### Extracted information

※

/**
 * No rounding slip between formats: every number shown in the text, Markdown and LaTeX reports
 * and in the paper paragraph (plain, Markdown, LaTeX) is parsed back by this file's own readers
 * and compared with the JSON result, within half a unit of its last shown digit (error bounds:
 * rounded up, never down). The readers are written here independently of the renderers.
 */
import { describe, expect, it } from 'vitest';
import { renderText } from '../../src/report/text.js';
import { renderMarkdown } from '../../src/report/markdown.js';
import { renderLatex } from '../../src/report/latex.js';
import { renderJson } from '../../src/report/json.js';
import { paperParagraph } from '../../src/report/paragraph.js';
import { exactDwTest, type DwTestResult } from '../../src/inference/dw-test.js';
import { seededNormal } from '../helpers/reference.js';
import { FIXTURES } from '../helpers/report-fixtures.js';

const NUM = String.raw`-?\d+(?:\.\d+)?(?:e-?\d+)?`;

/** LaTeX -> plain words: math, escapes, table separators and citations removed. */
function fromLatex(s: string): string {
  return s
    .replace(/^\\begin\{tabular\}.*$/gm, '')
    .replace(/\$?(-?[\d.]+) \\times 10\^\{(-?\d+)\}\$?/g, '$1e$2')
    .replace(/\\cite\{[^}]*\}/g, '')
    .replace(/\\texttt\{([^}]*)\}/g, '$1')
    .replace(/\\textgreater\{\}/g, '>').replace(/\\textless\{\}/g, '<')
    .replace(/\$-\$/g, '-')
    .replace(/\\le\b/g, '<=').replace(/\\ge\b/g, '>=').replace(/\$<\$/g, '<').replace(/\$>\$/g, '>')
    .replace(/\\alpha\b/g, 'alpha').replace(/\\rho\b/g, 'rho').replace(/\\chi\^2/g, 'chi-square')
    .replace(/(?<!\\) & /g, '   ')
    .replace(/\\([_%&#])/g, '$1')
    .replace(/--/g, '-')
    .replace(/\$/g, '')
    .replace(/\\\\/g, ' ');
}

/** Markdown -> plain words. */
function fromMarkdown(s: string): string {
  return s
    .replace(/ × 10<sup>(-?\d+)<\/sup>/g, 'e$1')
    .replace(/\*d\*<sub>([LU])<\/sub>/g, 'd_$1')
    .replace(/\[@[^\]]*\]/g, '')
    .replace(/\\([\\`*_|[\]#])/g, '$1')
    .replace(/`/g, '').replace(/\*/g, '')
    .replace(/&lt;/g, '<').replace(/&gt;/g, '>')
    .replace(/≤/g, '<=').replace(/≥/g, '>=').replace(/α/g, 'alpha').replace(/ρ/g, 'rho')
    .replace(/R²/g, 'R^2').replace(/χ²/g, 'chi-square').replace(/–/g, '-')
    .replace(/\|/g, '   ');
}

const flat = (s: string) => s.replace(/\s+/g, ' ');

/** Half a unit in the last shown digit of `shown` ("0.0386" -> 5e-5, "1.4e-11" -> 5e-13). */
function halfUnit(shown: string): number {
  const [mant, exp] = shown.replace(/^-/, '').split('e');
  const decimals = mant.includes('.') ? mant.split('.')[1].length : 0;
  return 0.5 * 10 ** (Number(exp ?? 0) - decimals);
}

function agrees(shown: string, exact: number, what: string): void {
  const v = Number(shown);
  expect(Number.isFinite(v), `${what}: '${shown}' is a number`).toBe(true);
  expect(Math.abs(v - exact), `${what}: shown ${shown}, exact ${exact}`).toBeLessThanOrEqual(halfUnit(shown) * (1 + 1e-9) + 1e-15);
}

/** An error bound is rounded up: shown >= exact and within one unit of the last digit. */
function boundAgrees(shown: string, exact: number, what: string): void {
  const v = Number(shown);
  expect(v, `${what}: ${shown} >= ${exact}`).toBeGreaterThanOrEqual(exact);
  expect(v - exact, `${what}: ${shown} - ${exact}`).toBeLessThanOrEqual(2 * halfUnit(shown) * (1 + 1e-9));
}

/** The first number after a label (dot leaders, spaces and table separators in between). */
function after(doc: string, label: string, what: string, count = 1): string[] {
  const re = new RegExp(`${label}[ .]*?((?:${NUM})(?:\\s+${NUM}){${count - 1}})(?!\\d|\\.\\d|e)`);
  const m = re.exec(doc);
  expect(m, `${what}: /${re.source}/ found`).not.toBeNull();
  return m![1].trim().split(/\s+/);
}

const esc = (s: string) => s.replace(/[.*+?^${}()|[\]\\]/g, '\\$&');

/** Check every number of the report `doc` (plain words, white space flattened) against the JSON. */
function checkReport(doc: string, j: DwTestResult, format: string): void {
  const w = (x: string) => `${format}: ${x}`;
  agrees(after(doc, 'Durbin-Watson d', w('d'))[0], j.d, w('d'));
  agrees(after(doc, 'Observations n', w('n'))[0], j.n, w('n'));
  agrees(after(doc, String.raw`Columns of X, k \(including any intercept\)`, w('k'))[0], j.k, w('k'));
  agrees(after(doc, 'm = n - k', w('m'))[0], j.m, w('m'));
  if (j.rSquared !== null) agrees(after(doc, String.raw`R\^2`, w('R^2'))[0], j.rSquared, w('R^2'));
  for (const c of j.coefficients ?? []) {
    const [est, se] = after(doc, esc(c.name), w(`coefficient ${c.name}`), 2);
    agrees(est, c.estimate, w(`estimate of ${c.name}`));
    agrees(se, c.stdError, w(`standard error of ${c.name}`));
  }
  if (j.dynamic) {
    const dyn = j.dynamic;
    if (dyn.durbinH.h !== null) {
      const [h, p] = after(doc, "Durbin's h", w('h'), 2);
      agrees(h, dyn.durbinH.h, w('h'));
      agrees(p, dyn.durbinH.pValue!, w('p of h'));
    }
    const [lm, plm] = after(doc, `Breusch-Godfrey LM, order ${dyn.breuschGodfrey.order}`, w('LM'), 2);
    agrees(lm, dyn.breuschGodfrey.lm, w('LM'));
    agrees(plm, dyn.breuschGodfrey.pChiSquare, w('p of LM'));
    const [f, pf] = after(doc, 'Breusch-Godfrey, F form', w('F'), 2);
    agrees(f, dyn.breuschGodfrey.f, w('F'));
    agrees(pf, dyn.breuschGodfrey.pF, w('p of F'));
    const [t, pt] = after(doc, "Durbin's alternative test, t on the lagged residual", w('t'), 2);
    agrees(t, dyn.residualT.t, w('t'));
    agrees(pt, dyn.residualT.pValue, w('p of t'));
    return;
  }
  agrees(after(doc, 'Exact null mean of d', w('mean'))[0], j.nullMean, w('null mean'));
  agrees(after(doc, 'Exact null standard deviation of d', w('sd'))[0], Math.sqrt(j.nullVariance), w('null sd'));
  agrees(after(doc, String.raw`positive autocorrelation P\(D <= d\)`, w('pPositive'))[0], j.pPositive, w('pPositive'));
  agrees(after(doc, String.raw`negative autocorrelation P\(D >= d\)`, w('pNegative'))[0], j.pNegative, w('pNegative'));
  agrees(after(doc, 'twice the smaller tail', w('pTwoSided'))[0], j.pTwoSided, w('pTwoSided'));
  agrees(after(doc, String.raw`Lower critical value, P\(D <= c\) = ${NUM}`, w('lower'))[0], j.critical.lower, w('lower critical'));
  agrees(after(doc, String.raw`Upper critical value, P\(D >= c\) = ${NUM}`, w('upper'))[0], j.critical.upper, w('upper critical'));
  boundAgrees(after(doc, String.raw`Numerical error bound \(p-values\)`, w('error bound'))[0], j.errorBound, w('error bound'));
  // the conclusion repeats p, d and the critical value
  agrees(after(doc, 'the exact test (?:does not )?rejects? the null hypothesis .*?: p =', w('conclusion p'))[0], j.pValue, w('conclusion p'));
  agrees(after(doc, ', and d =', w('conclusion d'))[0], j.d, w('conclusion d'));
  if (j.bounds) {
    agrees(after(doc, '(?<!4 - )d_L', w('d_L'))[0], j.bounds.dL, w('d_L'));
    agrees(after(doc, '(?<!4 - )d_U', w('d_U'))[0], j.bounds.dU, w('d_U'));
  }
  if (j.power) {
    agrees(after(doc, 'Exact critical value used', w('power critical'))[0], j.power.critical, w('power critical'));
    const table = doc.slice(doc.indexOf('Exact power', doc.indexOf('Exact critical value used')));
    const rows = [...table.matchAll(new RegExp(`(?:^|\\s)(0\\.\\d+|1)\\s+(${NUM})(?=\\s)`, 'g'))].slice(0, 40);
    expect(rows.length, w('power rows')).toBeGreaterThan(0);
    for (const [, rho, power] of rows) {
      const near = [...j.power.curve].sort((a, b) => Math.abs(a.rho - Number(rho)) - Math.abs(b.rho - Number(rho)))[0];
      if (Math.abs(near.rho - Number(rho)) > halfUnit(rho)) continue; // a number of the prose after the table
      const point = near;
      agrees(power, point.power, w(`power at rho ${rho}`));
    }
    if (j.power.rhoAtTarget !== null) agrees(after(doc, String.raw`reaches \d+% at rho =`, w('rho at target'))[0], j.power.rhoAtTarget, w('rho at target'));
  }
}

/** Check the numbers of a paragraph (plain words) against the JSON. */
function checkParagraph(doc: string, j: DwTestResult, format: string): void {
  const w = (x: string) => `${format} paragraph: ${x}`;
  agrees(after(doc, 'n =', w('n'))[0], j.n, w('n'));
  agrees(after(doc, 'k =', w('k'))[0], j.k, w('k'));
  const twoDigits = (rel: string, shown: string, p: number, what: string) => {
    if (rel === 'of' || rel === '=') {
      const v = Number(shown);
      const unit = 10 ** (Math.floor(Math.log10(v)) - 1);
      expect(Math.abs(v - p), `${what}: ${shown} vs ${p}`).toBeLessThanOrEqual(unit / 2 * (1 + 1e-9));
    } else if (rel === 'below' || rel === '<') {
      expect(p).toBeLessThan(Number(shown));
    } else {
      expect(p).toBeGreaterThan(Number(shown));
    }
  };
  if (j.dynamic) {
    agrees(after(doc, 'so d =', w('d'))[0], j.d, w('d'));
    const dyn = j.dynamic;
    if (dyn.durbinH.h !== null) {
      const m = new RegExp(`h = (${NUM}) \\(asymptotic p (=|<|>) (${NUM})\\)`).exec(doc);
      expect(m, w('h')).not.toBeNull();
      agrees(m![1], dyn.durbinH.h, w('h'));
      twoDigits(m![2], m![3], dyn.durbinH.pValue!, w('p of h'));
    }
    const m = new RegExp(`LM = (${NUM}) \\(asymptotic chi-square p (=|<|>) (${NUM})\\)`).exec(doc);
    expect(m, w('LM')).not.toBeNull();
    agrees(m![1], dyn.breuschGodfrey.lm, w('LM'));
    twoDigits(m![2], m![3], dyn.breuschGodfrey.pChiSquare, w('p of LM'));
    return;
  }
  agrees(after(doc, 'The observed d =', w('d'))[0], j.d, w('d'));
  const m = new RegExp(`exact p-value (of|below|above) (${NUM})`).exec(doc);
  expect(m, w('p')).not.toBeNull();
  twoDigits(m![1], m![2], j.pValue, w('p'));
  if (j.alternative === 'two-sided') {
    const [lo] = after(doc, 'critical values', w('lower'));
    agrees(lo, j.critical.lower, w('lower'));
    agrees(after(doc, `critical values ${NUM} and`, w('upper'))[0], j.critical.upper, w('upper'));
  } else {
    agrees(after(doc, String.raw`exact \d+(?:\.\d+)?% critical value`, w('critical'))[0], j.alternative === 'positive' ? j.critical.lower : j.critical.upper, w('critical'));
  }
  boundAgrees(after(doc, 'numerical error below', w('error bound'))[0], j.errorBound, w('error bound'));
  if (j.bounds) {
    agrees(after(doc, 'd_L =', w('d_L'))[0], j.bounds.dL, w('d_L'));
    agrees(after(doc, 'd_U =', w('d_U'))[0], j.bounds.dU, w('d_U'));
  }
  if (j.power && j.power.rhoAtTarget !== null) agrees(after(doc, 'at rho =', w('rho'))[0], j.power.rhoAtTarget, w('rho'));
}

function realResult(): DwTestResult {
  // invented data (seeded): a trend and a cycle, n = 30, AR(1)-like errors
  const z = seededNormal(20240607);
  const n = 30;
  const t = Array.from({ length: n }, (_, i) => i + 1);
  const c = t.map((v) => Math.cos(v / 3));
  let u = 0;
  const y = t.map((v, i) => { u = 0.5 * u + z(); return 10 + 0.3 * v + 2 * c[i] + u; });
  return exactDwTest({ y, x: { trend: t, cycle: c }, alternative: 'two-sided' });
}

const cases: [string, () => DwTestResult][] = [...Object.entries(FIXTURES), ['computed (seeded invented data)', realResult]];

describe('numbers parsed back from every format agree with the JSON at their shown precision', () => {
  for (const [name, make] of cases) {
    it(`${name}: text, Markdown and LaTeX reports`, () => {
      const r = make();
      const j = JSON.parse(renderJson(r)) as DwTestResult;
      checkReport(flat(renderText(r)), j, 'text');
      checkReport(flat(fromMarkdown(renderMarkdown(r))), j, 'markdown');
      checkReport(flat(fromLatex(renderLatex(r))), j, 'latex');
    });
    it(`${name}: the paragraph in text, Markdown and LaTeX`, () => {
      const r = make();
      const j = JSON.parse(renderJson(r)) as DwTestResult;
      checkParagraph(flat(paperParagraph(r, 'text')), j, 'text');
      checkParagraph(flat(fromMarkdown(paperParagraph(r, 'markdown'))), j, 'markdown');
      checkParagraph(flat(fromLatex(paperParagraph(r, 'latex'))), j, 'latex');
    });
  }
  it('the three formats show the same digits (the readers agree with each other, not only within tolerance)', () => {
    const r = FIXTURES.negativeWithGaps();
    const nums = (s: string) => [...s.matchAll(new RegExp(NUM, 'g'))].map((m) => m[0]).join(' ');
    const body = (s: string) => s.slice(s.indexOf('Conclusion') >= 0 ? s.indexOf('Conclusion') : s.indexOf('CONCLUSION'), s.search(/References|REFERENCES|thebibliography/));
    // author-year citations of the text format are the one thing the other formats write as keys
    const t = nums(body(renderText(r).replace(/\((?:[A-Za-z][A-Za-z\s-]+\s\d{4}(?:, \d{4})*;?\s?)+\)/g, '')));
    expect(nums(body(fromMarkdown(renderMarkdown(r))))).toBe(t);
    expect(nums(body(fromLatex(renderLatex(r))))).toBe(t);
  });
});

※

### Exercise instructions
Print, unaltered, every line from the beginning of the material down to the line with "file's own readers".

### Answer to this task
/**
 * No rounding slip between formats: every number shown in the text, Markdown and LaTeX reports
 * and in the paper paragraph (plain, Markdown, LaTeX) is parsed back by this file's own readers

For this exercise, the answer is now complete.